Protocolos de distanciamento
Queiroga disse ainda que está trabalhando para apresentar "protocolos assistenciais" para o enfrentamento à pandemia do coronavírus, que já matou mais de 410 mil pessoas no Brasil. Queiroga citou protocolos que disciplinem sobre distanciamento social, mobilidade urbana e a adoção de uma política de publicidade mais "intensa" de comunicação com a sociedade sobre a doença.
— Estamos com equipe técnica trabalhando para termos diretrizes gerais para sociedade e secretarias estaduais e municipais — disse Queiroga.

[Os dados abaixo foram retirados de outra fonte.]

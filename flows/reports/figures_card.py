"""The drawing of an evidence card: what was seen on the left, how far it lies from its limits on the right."""

from __future__ import annotations

import math
from itertools import pairwise
from typing import TYPE_CHECKING

from flows.reports.figures import Data, Scale, element, figure, finite, label, line, scale_over
from flows.reports.figures_beat import HEIGHT, WIDTH, drawing_for, loop_of
from flows.reports.figures_preload import filling_drawing
from flows.reports.figures_ruler import flat_ruler, ruler, ruler_words
from flows.reports.wording import is_number, number

if TYPE_CHECKING:
    from collections.abc import Mapping, Sequence

    from markupsafe import Markup

CARD_WIDTH = 428
_WITH_TRACE = frozenset(
    {"beats-found", "time-base", "time-gaps", "pressure-clipping", "volume-clipping", "duration", "heart-rate-agreement"}
)
_WITH_FILLING = frozenset({"preload-adequacy", "preload-beats"})


def card_figure(finding: Data, run: Data | None, name: str) -> Markup | None:
    """Return the figure of one finding, or None where there is neither a picture nor a value; ``name`` prefixes its ids."""
    drawing = _drawing(finding, run)
    measured = is_number(finding.get("value"))
    title = f"Evidence for {finding.get('title') or finding['check']}"
    if drawing is None:
        return figure(name, title, ruler_words(finding), (CARD_WIDTH, 84), flat_ruler(finding, CARD_WIDTH)) if measured else None
    parts, words = drawing
    beside = [ruler(finding, WIDTH + 20, 0, HEIGHT - 20)] if measured else []
    told = f"{words} {ruler_words(finding)}" if measured else words
    return figure(name, title, told, (CARD_WIDTH, HEIGHT), *parts, *beside)


def shown_beat(finding: Data, run: Data) -> Data | None:
    """Return the beat to draw: the one that holds the finding's instant, else the first of its beats with a loop, else its first."""
    beats = {beat["beat"]: beat for beat in run.get("beats") or ()}
    own: list[Data] = [beats[number_] for number_ in finding.get("beats") or () if number_ in beats]
    instant = finding.get("at_s")
    if is_number(instant):
        for beat in own:
            if is_number(beat.get("start_s")) and is_number(beat.get("end_s")) and beat["start_s"] <= instant < beat["end_s"]:
                return beat
    return next((beat for beat in own if loop_of(run, beat["beat"])), own[0] if own else None)


def _drawing(finding: Data, run: Data | None) -> tuple[list[Markup], str] | None:
    if run is None:
        return None
    beat = shown_beat(finding, run)
    if finding.get("level") == "beat":
        return None if beat is None else drawing_for(str(finding["check"]))(finding, run, beat)
    if finding["check"] in _WITH_FILLING and run.get("beats"):
        return filling_drawing(run, WIDTH, HEIGHT)
    if finding["check"] in _WITH_TRACE and finite((run.get("trace") or {}).get("time_s") or ()):
        return _trace_drawing(finding, run)
    return None


def _trace_drawing(finding: Data, run: Data) -> tuple[list[Markup], str]:
    """Return the whole recording, thinned to its lowest and highest sample of each pixel column; columns without a sample are shaded."""
    key, unit = ("volume_ml", "mL") if str(finding["check"]).startswith("volume") else ("pressure_mmhg", "mmHg")
    trace = run["trace"]
    points = [pair for pair in zip(trace["time_s"], trace.get(key) or (), strict=False) if is_number(pair[0])]
    x = scale_over([time for time, _ in points], 40, WIDTH - 10, room=0.0)
    y = scale_over([value for _, value in points], HEIGHT - 34, 30)
    columns: dict[int, list[float]] = {}
    for time, value in points:
        if is_number(value):
            columns.setdefault(int(x.at(time)), []).append(float(value))
    parts = [label(40, 13, f"{'volume' if unit == 'mL' else 'pressure'} over the whole run", class_="label quiet")]
    widest = _widest_step(sorted(columns))
    parts += _empty_columns(sorted(columns), widest, y.end_px, y.start_px)
    parts.append(element("path", d=_strokes(columns, y, widest), class_="trace"))
    for tick in y.ticks(3):
        parts += [
            line((36, y.at(tick)), (40, y.at(tick)), "axis"),
            label(32, y.at(tick) + 4, number(tick), anchor="end", class_="label quiet"),
        ]
    for tick in x.ticks(3):
        parts += [line((x.at(tick), y.start_px), (x.at(tick), y.start_px + 4), "axis")]
        parts.append(label(x.at(tick), y.start_px + 17, f"{number(tick)} s", anchor="middle", class_="label quiet"))
    known = [value for values in columns.values() for value in values]
    reach = f" between {number(min(known))} and {number(max(known))} {unit}" if known else ""
    axes = [line((40, y.start_px), (WIDTH - 10, y.start_px), "axis"), line((40, y.start_px), (40, y.end_px), "axis")]
    return [*parts, *axes, label(44, y.end_px + 4, unit, class_="label quiet")], f"The whole run, thinned{reach}."


def _strokes(columns: Mapping[int, Sequence[float]], y: Scale, widest: float) -> str:
    """Return path data through the lowest and the highest sample of each column, in the order in which they came."""
    parts, last = [], -math.inf
    for place, values in sorted(columns.items()):
        pen = "L" if place - last <= widest else "M"
        for index in sorted({values.index(min(values)), values.index(max(values))}):
            parts.append(f"{pen}{place} {y.at(values[index]):.1f}")
            pen = "L"
        last = place
    return "".join(parts)


def _widest_step(places: Sequence[int]) -> float:
    """Return how far apart two columns may lie with nothing missing between them: three px, or twice the usual step."""
    steps = sorted(later - earlier for earlier, later in pairwise(places))
    return max(3.0, 2.0 * steps[len(steps) // 2]) if steps else 3.0


def _empty_columns(places: Sequence[int], widest: float, top: float, bottom: float) -> list[Markup]:
    """Return a shade over every stretch where no sample stands."""
    return [
        element("rect", x=start + 1, y=top, width=end - start - 1, height=bottom - top, class_="stretch missing")
        for start, end in pairwise(places)
        if end - start > widest
    ]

Reunião com embaixador chinês
O ministro disse ainda que deve se reunir na sexta-feira (7) com representantes chineses, em especial o embaixador da China no Brasil, Yang Wanming, a fim de tratar da disponibilização de insumos farmacêuticos ao país.
O anúncio do encontro acontece um dia após o presidente Jair Bolsonaro voltar a veicular teorias conspiratórias, entre elas, a de que o coronavírus havia sido concebido em laboratório como parte de uma guerra biológica.
— Vamos continuar trabalhando para manter as boas relações que o Brasil tem com a China no que tange à questão da Saúde. Eu e o ministro das Relações Exteriores Carlos França estamos trabalhando juntos — disse.
— Estou com muitas esperanças de que consigamos ampliar ações com a China independente de quaisquer fatos — completou.
O senador Humberto Costa (PT-PE), quem perguntava ao depoente, ironizou o otimismo do ministro:
— Eu imagino que ajudou muito a fala do presidente. O senhor vai chegar amanhã na Embaixada da China e vai ser recebido de braços abertos.